We use AWS EKS (v1.16) kubernetes for our auto scaling Presto deployments, and we and front it with an nginx ingress leveraging a network load balancer.
We found that, once we started auto scaling, we started getting remote disconnect errors from clients fairly frequently. This was pretty hard to explain because we had actually gone to great lengths to make sure Presto itself was gracefully terminating in a way that would not damage live queries.
Where is the Issue?
The root cause of this issue is that:
- We use ingress.
- Ingress uses a cloud load balancer.
- The cloud load balancer talks to the nginx ingress controller as a NodePort service.
- This means the LB will route traffic through any random node in the cluster.
- So, we gracefully terminate presto, but the NodePort service on the node that is scaling down may still be used for routing traffic to another node (e.g. the coordinator in this case).
It turns out that there really is no good way to fix this in EKS at this point in time. We originally hit this bug: https://github.com/kubernetes/autoscaler/issues/1907, and when we tried the workaround of using externalTrafficPolicy = Local, we hit this other bug: https://github.com/kubernetes/cloud-provider-aws/issues/87.

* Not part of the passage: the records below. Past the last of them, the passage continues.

"""Logs in CSV: heating and heatsink-soak temperatures, and grid power during regulation.

Every log has a header line and one row per reading; separator, decimal mark, metadata
lines above the header and units in the header are found by the reader layer (``_text``).
Time is either a number of seconds (``time_s``, or any time column with a unit: ``t/ms``,
``Time [min]``) or a ``timestamp``:

* ISO 8601 (``2024-06-01T12:00:05``, ``2024-06-01 12:00``, with ``Z`` or ``+02:00``);
* day-first or month-first dates (``01.06.2024 12:00:05``, ``06/13/2024 08:00``): the
  order is read from the file when a day above 12 shows it, and never guessed otherwise
  (give ``time_format``, e.g. ``%d/%m/%Y %H:%M:%S``);
* any form given as ``time_format`` (``datetime.strptime`` codes).

Naive local times are placed on the clock with ``tz`` (an IANA zone such as
``Europe/London``); a naive log that jumps by one hour (a clock change) without ``tz`` is
refused, with ``tz`` it is corrected and the correction is reported: never silent.
Times come back as seconds from the first reading. Temperature logs carry ``temp_c`` (and may
carry ``ambient_c``); regulation logs carry ``grid_w`` (positive = import) and optionally
``diverter_w``. Lines starting with '#' are comments.
"""

from __future__ import annotations

import math
import re
from dataclasses import dataclass, field
from datetime import UTC, datetime, timedelta

import numpy as np

from commission.captures import CaptureError
from commission.captures._text import TextTable, read_table, resolve_columns

_MIN_ROWS = {"heating": 3, "soak": 6, "regulation": 2}
_DMY = re.compile(r"^(\d{1,2})([./-])(\d{1,2})\2(\d{2,4})([ T]+)(\d{1,2}):(\d{2})(?::(\d{2})"
                  r"(?:[.,](\d+))?)?$")
_HOUR_S = 3600.0


@dataclass(frozen=True, eq=False)
class TemperatureLog:
    """A temperature log.

    Attributes
    ----------
    source : str
        File it came from.
    time_s : numpy.ndarray
        Seconds from the first reading [s].
    temp_c : numpy.ndarray
        Temperatures [degC].
    start : datetime or None
        Timestamp of the first reading, when the log had timestamps.
    ambient_c : numpy.ndarray or None
        Logged ambient temperature, when the log has an ambient column [degC].
    notes : tuple of str
        Metadata lines above the header.
    findings : tuple of str
        What the reader noticed and corrected (a clock change) or could not (a time gap).
    units : dict
        Canonical column -> the unit its header stated (converted to SI), for the record.
    """

    source: str
    time_s: np.ndarray
    temp_c: np.ndarray
    start: datetime | None
    ambient_c: np.ndarray | None = None
    notes: tuple[str, ...] = ()
    findings: tuple[str, ...] = ()
    units: dict = field(default_factory=dict)


@dataclass(frozen=True, eq=False)
class GridPowerLog:
    """A grid-power log of regulation in automatic mode.

    Attributes
    ----------
    source : str
        File it came from.
    time_s : numpy.ndarray
        Seconds from the first reading [s].
    grid_w : numpy.ndarray
        Grid power, positive = import [W].
    diverter_w : numpy.ndarray or None
        Power sent to the element, when logged [W].
    start : datetime or None
        Timestamp of the first reading, when the log had timestamps.
    """

    source: str
    time_s: np.ndarray
    grid_w: np.ndarray
    diverter_w: np.ndarray | None
    start: datetime | None
    notes: tuple[str, ...] = ()
    findings: tuple[str, ...] = ()
    units: dict = field(default_factory=dict)


def read_heating_log(path, *, columns=None, time_format=None, tz=None, name=None):
    """Read a heating log: a time column (seconds or timestamps) and ``temp_c``.

    Parameters
    ----------
    path : str or os.PathLike
        CSV file.
    columns : dict, optional
        Canonical name -> header name in the file.
    time_format : str, optional
        ``strptime`` form of the timestamps, when they are not ISO 8601.
    tz : str, optional
        IANA time zone of naive local timestamps (e.g. ``Europe/Paris``).
    name : str, optional
        The file's name for messages, when ``path`` is a temporary copy.

    Returns
    -------
    TemperatureLog

    Raises
    ------
    CaptureError
        Empty file, header only, missing columns, a bad value (the line is named), times
        that do not increase, a clock change without a zone, or fewer than 3 readings.
    """
    return _temperature_log(path, "heating", columns, time_format, tz, name)


def read_soak_log(path, *, columns=None, time_format=None, tz=None, name=None):
    """Read a heatsink soak log: time, ``temp_c`` and optionally ``ambient_c``.

    Parameters and errors as :func:`read_heating_log`, with at least 6 readings.
    """
    return _temperature_log(path, "soak", columns, time_format, tz, name)


def read_regulation_log(path, *, columns=None, time_format=None, tz=None, name=None):
    """Read a regulation log: time, ``grid_w`` (positive = import), optional ``diverter_w``.

    Parameters and errors as :func:`read_heating_log`, with at least 2 readings.
    """
    table = read_table(path, expected="time_s or timestamp, grid_w[, diverter_w]", name=name)
    time_key, found = _find_time_and(table, ("grid_w",), ("diverter_w",), columns,
                                     "grid_w=P_grid")
    rows, findings = _rows(table, found, time_key, "regulation", time_format, tz)
    time_s, start = rows.pop(time_key)
    return GridPowerLog(table.source, time_s, rows["grid_w"], rows.get("diverter_w"), start,
                        table.notes, findings, _units(found))


def _units(found):
    return {canon: col.unit for canon, col in found.items() if col.unit}


def _temperature_log(path, kind, columns, time_format, tz, name):
    table = read_table(path, expected="time_s or timestamp, temp_c", name=name)
    time_key, found = _find_time_and(table, ("temp_c",), ("ambient_c",), columns,
                                     "temp_c=T1")
    rows, findings = _rows(table, found, time_key, kind, time_format, tz)
    time_s, start = rows.pop(time_key)
    return TemperatureLog(table.source, time_s, rows["temp_c"], start, rows.get("ambient_c"),
                          table.notes, findings, _units(found))


def _find_time_and(table, wanted, optional, columns, example="temp_c=T1"):
    """Columns of the time (seconds preferred) and of the wanted ones."""
    found = resolve_columns(table, wanted, optional=("time_s", "timestamp", *optional),
                            mapping=columns, example=example + ",time_s=t")
    if "time_s" in found:
        found.pop("timestamp", None)
        return "time_s", found
    if "timestamp" in found:
        return "timestamp", found
    for k, name in enumerate(table.names):  # a "Date"/"Time" column of timestamps
        low = name.lower()
        if k not in {c.index for c in found.values()} and any(
                w in low for w in ("time", "date", "zeit", "heure", "stamp")):
            from commission.captures._text import Column

            found["timestamp"] = Column(k, name, None)
            return "timestamp", found
    shown = ", ".join(repr(n) for n in table.names)
    raise CaptureError(
        f"{table.source}: line {table.header_line}: no time column; the header has {shown}, "
        f"expected 'time_s' (seconds), a time with its unit ('t/ms', 'Time [min]') or "
        f"'timestamp' (ISO 8601) besides {', '.join(repr(w) for w in wanted)}"
    )


def _rows(table: TextTable, found, time_key, kind, time_format, tz):
    """Parse the used columns row by row; canonical name -> array (time: (s, start))."""
    names = {canon: col.name for canon, col in found.items()}
    width = max(col.index for col in found.values()) + 1
    values: dict[str, list[float]] = {canon: [] for canon in found if canon != time_key}
    stamps: list[str] = []
    times: list[float] = []
    lines: list[int] = []
    for line_no, line in table.body_lines():
        fields = line.split(table.delimiter)
        if len(fields) < width:
            raise CaptureError(
                f"{table.source}: line {line_no}: {len(fields)} field(s) but the header has "
                f"{len(table.names)}; every row needs a value in each column"
            )
        for canon, col in found.items():
            text = fields[col.index].strip().strip('"').strip()
            if canon == "timestamp":
                stamps.append(text)
                continue
            number = _parse_number(table, line_no, names[canon], text)
            if canon == "time_s":
                times.append(number)
            else:
                values[canon].append(number)
        lines.append(line_no)
    if not lines:
        raise CaptureError(f"{table.source}: has a header but no data rows; expected one row per "
                           "reading")
    start = None
    findings: list[str] = []
    if time_key == "timestamp":
        t, start, notes = timestamps_to_seconds(table.source, names["timestamp"], stamps,
                                                lines, time_format=time_format, tz=tz)
        findings += notes
    else:
        t = found["time_s"].convert(np.array(times))
        t = t - t[0]
    need = _MIN_ROWS[kind]
    if len(lines) < need:
        raise CaptureError(f"{table.source}: only {len(lines)} reading(s); a {kind} log needs at "
                           f"least {need}")
    steps = np.diff(t)
    if np.any(steps <= 0):
        k = int(np.flatnonzero(steps <= 0)[0]) + 1
        raise CaptureError(
            f"{table.source}: line {lines[k]}, column {names[time_key]!r}: the time does not "
            "increase; rows must be in time order with no repeated times"
        )
    if steps.size >= 3:
        typical = float(np.median(steps))
        gaps = np.flatnonzero(steps > 5.0 * typical)
        if gaps.size:
            k = int(gaps[0])
            findings.append(
                f"time gap: {steps[k]:.0f} s without readings before line {lines[k + 1]} "
                f"(readings are every {typical:g} s); {gaps.size} gap(s) in all")
    out: dict[str, object] = {time_key: (t, start)}
    for canon, vals in values.items():
        out[canon] = found[canon].convert(np.array(vals))
    return out, tuple(findings)


def _parse_number(table, line_no, name, text):
    if not text:
        raise CaptureError(f"{table.source}: line {line_no}, column {name!r}: empty value; "
                           "expected a number")
    try:
        value = table.number(text)
    except ValueError:
        mark = "','" if table.decimal == "," else "'.'"
        raise CaptureError(f"{table.source}: line {line_no}, column {name!r}: {text[:30]!r} is "
                           f"not a number (this file is {table.dialect}: use {mark} as the "
                           "decimal mark)") from None
    if not math.isfinite(value):
        raise CaptureError(f"{table.source}: line {line_no}, column {name!r}: {text!r} is not a "
                           "finite number; remove or repair that reading")
    return value


# -- timestamps ------------------------------------------------------------------------------

def timestamps_to_seconds(source, column, texts, lines, *, time_format=None, tz=None):
    """Seconds from the first timestamp, the first timestamp, and what was corrected.

    Parameters
    ----------
    source, column : str
        File and column names for messages.
    texts : list of str
        The timestamps as written.
    lines : list of int
        Their line numbers.
    time_format : str, optional
        ``strptime`` form; default ISO 8601, or a day-first/month-first date whose order
        the file itself shows.
    tz : str, optional
        IANA zone of naive local times.

    Returns
    -------
    (numpy.ndarray, datetime, list of str)
    """
    zone = _zone(source, tz)
    stamps = _parse_all(source, column, texts, lines, time_format)
    aware = {s.tzinfo is not None for s in stamps}
    if len(aware) > 1:
        raise CaptureError(f"{source}: column {column!r} mixes times with and without a UTC "
                           "offset; use one form throughout")
    notes: list[str] = []
    if aware == {True}:
        start = stamps[0]
        t = np.array([(s - start).total_seconds() for s in stamps])
        return t, start, notes
    naive = np.array([(s - stamps[0]).total_seconds() for s in stamps])
    steps = np.diff(naive)
    typical = float(np.median(np.abs(steps))) if steps.size else 0.0
    jumps = [k for k, d in enumerate(steps)
             if abs(abs(d) - _HOUR_S) <= max(2.0 * typical, 60.0) and abs(d) > 10 * typical]
    if zone is None:
        if jumps:
            k = jumps[0]
            way = "back" if steps[k] < 0 else "forward"
            raise CaptureError(
                f"{source}: line {lines[k + 1]}, column {column!r}: the local time jumps {way} "
                "by one hour (a clock change?); give the time zone (--tz, e.g. Europe/London, "
                "or the instrument's profile) so the times can be corrected")
        return naive, stamps[0], notes
    placed = _place_in_zone(stamps, zone)
    start = placed[0]
    t = np.array([(s - start).total_seconds() for s in placed])
    if jumps:
        k = jumps[0]
        notes.append(f"clock change at line {lines[k + 1]}: local times corrected with the "
                     f"time zone {tz} (the log's own times jump by one hour there)")
    return t, start, notes
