"""Checks that read files taken on site: waveform captures, soak and regulation logs.

The numbers come from :mod:`commission.physics`; the files are read by
:mod:`commission.captures`. A file the check cannot read gives ``review`` with
the reader's one-line reason, never an exception.
"""

from __future__ import annotations

import math
from pathlib import Path
from typing import Any

from ..units import format_number as f
from .registry import (
    FAIL,
    PASS,
    REVIEW,
    Context,
    Expected,
    Input,
    Measured,
    Outcome,
    Param,
    check,
    csv_list,
)

SIGN = "positive power = import"


def _capture(ctx: Context, value: Any):
    """Analyse a recorded capture file (CSV, or WAV with full-scale parameters)."""
    from ..captures import CaptureError, read_capture_csv, read_capture_wav
    from ..physics.waveform import analyse

    path: Path = ctx.file_path(value)
    name = str(value.get("name", "")).lower()

    def run():
        try:
            if name.endswith(".wav"):
                v_fs, i_fs = ctx.param("wav_v_full_scale"), ctx.param("wav_i_full_scale")
                if not v_fs or not i_fs:
                    return ValueError("a WAV capture needs the parameters wav_v_full_scale "
                                      "and wav_i_full_scale in the checklist")
                cap = read_capture_wav(path, voltage_full_scale_v=v_fs,
                                       current_full_scale_a=i_fs)
            else:
                cap = read_capture_csv(path)
            return analyse(cap.sample_rate_hz, cap.voltage_v, cap.current_a)
        except (CaptureError, ValueError) as exc:
            return ValueError(str(exc))

    result = ctx.memo(("capture", value["sha256"], name, ctx.param("wav_v_full_scale"),
                       ctx.param("wav_i_full_scale")), run)
    if isinstance(result, Exception):
        raise result
    return result


WAV_PARAMS = {
    "wav_v_full_scale": Param(None, "V", "the measurement front end's calibration",
                              "volts at full scale, for WAV captures"),
    "wav_i_full_scale": Param(None, "A", "the measurement front end's calibration",
                              "amperes at full scale, for WAV captures"),
}

SRC_CLAMP = ("angle of the current fundamental to the voltage fundamental, DFT per "
             "IEC 61000-4-7; ±45° band our default; power per IEEE 1459-2010")


@check(
    "clamp_capture",
    summary="clamp direction and phase from a waveform capture",
    source=SRC_CLAMP,
    kinds=("file",),
    inputs={"expect": Input("'import' or 'export' at the moment of the capture",
                            required=False)},
    params=dict(WAV_PARAMS),
)
def clamp_capture(ctx: Context) -> Outcome:
    from ..physics.waveform import classify_clamp

    expect = str(ctx.input("expect")) if ctx.has("expect") else None
    if expect not in (None, "import", "export"):
        raise ValueError(f"expect must be import or export, not {expect!r}")
    a = _capture(ctx, ctx.value)
    judged = classify_clamp(a.phase_deg, expect)
    figures = (f"P {a.p_w:+.0f} W ({SIGN}), φ1 {a.phase_deg:+.1f}°, {a.frequency_hz:.2f} Hz, "
               f"{a.v_rms:.1f} V, {a.i_rms:.2f} A")
    if expect == "export":
        expected = Expected("°", value="|φ1| ≥ 135")
    else:
        expected = Expected("°", min=-45.0, max=45.0)
    return Outcome(judged.verdict, f"{figures}: {judged.reason}", SRC_CLAMP,
                   Measured(round(a.phase_deg, 2), "°"), expected)


SRC_SOAK = ("lumped first-order model T∞ − (T∞ − T0)·e^(−t/τ), Incropera, Fundamentals of "
            "Heat and Mass Transfer; 95 % interval from the fit")


@check(
    "heatsink_soak",
    summary="heatsink steady state from a soak log",
    source=SRC_SOAK,
    kinds=("file",),
    inputs={
        "ambient": Input("ambient temperature during the soak"),
        "worst_ambient": Input("worst expected ambient", required=False),
        "limit": Input("heatsink limit temperature"),
    },
    params={
        "rise_factor": Param(1.0, None, "CHECKS.md: 1.15–1.20 covers +10 % supply voltage"),
        "max_rmse_k": Param(1.0, "K", "our default: a poorer fit is not trusted"),
    },
)
def heatsink_soak(ctx: Context) -> Outcome:
    from ..captures import CaptureError, read_soak_log
    from ..physics import thermal

    ambient = float(ctx.input("ambient"))
    worst = float(ctx.input("worst_ambient")) if ctx.has("worst_ambient") else None
    limit = float(ctx.input("limit"))
    path = ctx.file_path(ctx.value)

    def run():
        try:
            log = read_soak_log(path)
            return thermal.fit_first_order(log.time_s, log.temp_c)
        except (CaptureError, ValueError) as exc:
            return ValueError(str(exc))

    fit = ctx.memo(("soak", ctx.value["sha256"]), run)
    if isinstance(fit, Exception):
        raise fit
    prediction = thermal.predict_worst_case(fit, ambient, worst_ambient_c=worst,
                                            rise_factor=ctx.param("rise_factor"))
    judged = thermal.soak_verdict(fit, prediction, limit, max_rmse_k=ctx.param("max_rmse_k"))
    lo, hi = prediction.predicted_max_ci_c
    where = f" at {f(worst)} °C ambient" if worst is not None else ""
    reason = (f"τ {fit.tau_s / 60:.1f} min, log covers {fit.time_constants_covered:.1f} τ; "
              f"predicted maximum{where} {prediction.predicted_max_c:.1f} °C "
              f"({lo:.1f}–{hi:.1f} °C): {judged.reason.replace('degC', '°C')}")
    return Outcome(judged.verdict, reason, SRC_SOAK,
                   Measured(round(prediction.predicted_max_c, 2), "°C"),
                   Expected("°C", max=limit))


SRC_REGULATION = ("common practice: grid power held in the installer's dead band "
                  "(mean within ±D, 95 % of readings within ±3·D)")


@check(
    "regulation_log",
    summary="grid power held in the dead band in automatic mode",
    source=SRC_REGULATION,
    kinds=("file",),
    inputs={"dead_band": Input("dead band D in W (power reading or constant)")},
)
def regulation_log(ctx: Context) -> Outcome:
    from ..captures import CaptureError, read_regulation_log
    from ..physics import regulation

    band = float(ctx.input("dead_band"))
    path = ctx.file_path(ctx.value)

    def run():
        try:
            log = read_regulation_log(path)
            return regulation.grid_statistics(log.time_s, log.grid_w, diverter_w=log.diverter_w)
        except (CaptureError, ValueError) as exc:
            return ValueError(str(exc))

    stats = ctx.memo(("regulation", ctx.value["sha256"]), run)
    if isinstance(stats, Exception):
        raise stats
    judged = regulation.regulation_verdict(stats, band)
    settle = (f"; settled {stats.settling_s:.0f} s after the largest step"
              if stats.settling_s is not None else "")
    reason = (f"{judged.reason.replace('+-', '±')} ({SIGN}); exported "
              f"{stats.exported_wh:.1f} Wh, imported {stats.imported_wh:.1f} Wh{settle}")
    return Outcome(judged.verdict, reason, SRC_REGULATION,
                   Measured(round(stats.mean_grid_w, 1), "W"), Expected("W", min=-band, max=band))


SRC_HARMONICS = ("IEC 61000-3-2 Class A Table 1 (from memory; a type test, indicative on site); "
                 "phase-control spectrum, Rashid, Power Electronics (from memory)")


@check(
    "harmonic_emission",
    summary="harmonic currents at part output against IEC 61000-3-2 Class A",
    source=SRC_HARMONICS,
    kinds=("choice",),
    inputs={
        "cold_resistance": Input("element cold resistance"),
        "supply_voltage": Input("measured supply voltage"),
        "capture": Input("a capture at part output (file item)", required=False),
    },
    params={
        "fraction": Param(0.5, None, "our default: the prediction is made at half power"),
        "burst_options": Param("burst fire", None, "checklist options for whole-cycle control"),
        **WAV_PARAMS,
    },
)
def harmonic_emission(ctx: Context) -> Outcome:
    from ..physics import phase_control
    from ..physics.harmonic_limits import class_a_limit_a

    mode = str(ctx.value)
    if mode in csv_list(ctx.param("burst_options")):
        return Outcome(PASS, "whole-cycle (burst-fire) control: no integer harmonics; its "
                       "on/off steps matter for flicker (IEC 61000-3-3, indicative)",
                       SRC_HARMONICS)
    r = float(ctx.input("cold_resistance"))
    u = float(ctx.input("supply_voltage"))
    if ctx.has("capture"):
        a = _capture(ctx, ctx.input("capture"))
        currents = {h: x for h, x in zip(a.harmonic_orders, a.i_harmonics_a, strict=True)
                    if x is not None}
        basis = f"measured at part output ({a.p_w:.0f} W)"
    else:
        fraction = float(ctx.param("fraction"))
        # Solved once per job state, not on every re-evaluation during the walk.
        alpha = ctx.memo(("firing_angle", fraction),
                         lambda: float(phase_control.firing_angle_for_fraction(fraction)))
        spectrum = phase_control.current_spectrum(u, r, alpha)
        currents = dict(zip(spectrum.orders, spectrum.harmonic_rms_a, strict=True))
        basis = (f"predicted at {f(fraction * 100)} % power (α {math.degrees(alpha):.0f}°) "
                 f"for {f(r)} Ω at {f(u)} V")
    over = [(h, x, class_a_limit_a(h)) for h, x in sorted(currents.items())
            if 2 <= h <= 40 and x > class_a_limit_a(h)]
    h3 = currents.get(3, 0.0)
    measured = Measured(round(h3, 3), "A")
    expected = Expected("A", max=class_a_limit_a(3))
    if not over:
        return Outcome(PASS, f"harmonic currents {basis} are within Class A (h3 {h3:.2f} A)",
                       SRC_HARMONICS, measured, expected)
    worst = ", ".join(f"h{h} {x:.2f} A > {lim:.2f} A" for h, x, lim in over[:4])
    return Outcome(
        REVIEW,
        f"{basis}: over Class A at {len(over)} order(s) ({worst}); a finding to report, not a "
        "fault — where local rules or the network operator require it, use burst-fire control",
        SRC_HARMONICS, measured, expected,
    )


__all__ = ["FAIL", "clamp_capture", "harmonic_emission", "heatsink_soak", "regulation_log"]
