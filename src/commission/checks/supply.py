"""Checks on the supply: voltage band, frequency, polarity."""

from __future__ import annotations

from .registry import FAIL, PASS, Context, Expected, Measured, Outcome, Param, check

SRC_VOLTAGE = "IEC 60038 (230 V, +10 %/−10 %)"


@check(
    "supply_voltage",
    summary="supply voltage within the nominal band",
    source=SRC_VOLTAGE,
    quantities=("voltage",),
    params={
        "nominal_v": Param(230.0, "V", "IEC 60038", "nominal voltage"),
        "below_pct": Param(10.0, "%", "IEC 60038", "band below nominal"),
        "above_pct": Param(10.0, "%", "IEC 60038", "band above nominal"),
    },
)
def supply_voltage(ctx: Context) -> Outcome:
    u = float(ctx.value)
    nominal = ctx.param("nominal_v")
    lo = nominal * (1 - ctx.param("below_pct") / 100)
    hi = nominal * (1 + ctx.param("above_pct") / 100)
    expected = Expected("V", min=round(lo, 3), max=round(hi, 3))
    measured = Measured(u, "V")
    if lo <= u <= hi:
        return Outcome(PASS, f"{u:g} V is inside {lo:g}–{hi:g} V", SRC_VOLTAGE, measured, expected)
    side = "low" if u < lo else "high"
    return Outcome(
        FAIL,
        f"{u:g} V is {side}: outside {lo:g}–{hi:g} V; measure again at the origin and ask the "
        "network operator if it persists",
        SRC_VOLTAGE,
        measured,
        expected,
    )


SRC_FREQUENCY = "EN 50160, 4.2.1 (±1 % for 99.5 % of a year; from memory)"


@check(
    "supply_frequency",
    summary="supply frequency close to 50 or 60 Hz",
    source=SRC_FREQUENCY,
    quantities=("frequency",),
    params={
        "nominal_hz": Param(None, "Hz", "EN 50160", "50 or 60; empty: the nearer of the two"),
        "tolerance_pct": Param(1.0, "%", SRC_FREQUENCY),
    },
)
def supply_frequency(ctx: Context) -> Outcome:
    f = float(ctx.value)
    nominal = ctx.param("nominal_hz") or (50.0 if abs(f - 50) <= abs(f - 60) else 60.0)
    tol = nominal * ctx.param("tolerance_pct") / 100
    expected = Expected("Hz", min=nominal - tol, max=nominal + tol)
    if abs(f - nominal) <= tol:
        return Outcome(PASS, f"{f:g} Hz on a {nominal:g} Hz system", SRC_FREQUENCY,
                       Measured(f, "Hz"), expected)
    return Outcome(
        FAIL,
        f"{f:g} Hz is more than {tol:g} Hz from {nominal:g} Hz: check the instrument; "
        "an islanded or generator supply needs its own assessment",
        SRC_FREQUENCY,
        Measured(f, "Hz"),
        expected,
    )


SRC_POLARITY = "IEC 60364-6, 6.4.3.6 polarity (from memory)"


@check(
    "polarity",
    summary="single-pole devices in the line conductor",
    source=SRC_POLARITY,
    kinds=("confirm", "choice"),
    params={"correct_option": Param("correct", None, "checklist", "for a choice item")},
)
def polarity(ctx: Context) -> Outcome:
    value = ctx.value
    ok = value is True or (isinstance(value, str) and value == ctx.param("correct_option"))
    shown = {True: "yes", False: "no"}.get(value, value) if isinstance(value, bool) else value
    wanted = "yes" if isinstance(value, bool) else ctx.param("correct_option")
    expected = Expected(None, value=wanted)
    if ok:
        return Outcome(PASS, "polarity correct", SRC_POLARITY, Measured(shown, None), expected)
    return Outcome(
        FAIL,
        "polarity wrong: a switch, breaker or element terminal sits in the neutral; "
        "correct the wiring before energising",
        SRC_POLARITY,
        Measured(shown, None),
        expected,
    )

Other solutions are being developed now and will allow you to exclude certain nodes from the LB config using labels/etc, but they are not ready yet.
What is a Workaround?
Unfortunately, we did not solve this purely using the NGINX ingress. We found that we had to schedule the ingress services on some non-auto-scaling core nodes, and then we added them to the load balancer specifically (actually, to a separate LB we created and manage with terraform). This way, ingress always comes into nodes that do not auto scale, and those nodes route to the other services in a reliable way using the CNI black magic. It’s not a feel-good solution, but it remains stable during auto scaling of the rest of the cluster, so it works until a real k8s/AWS solution is developed.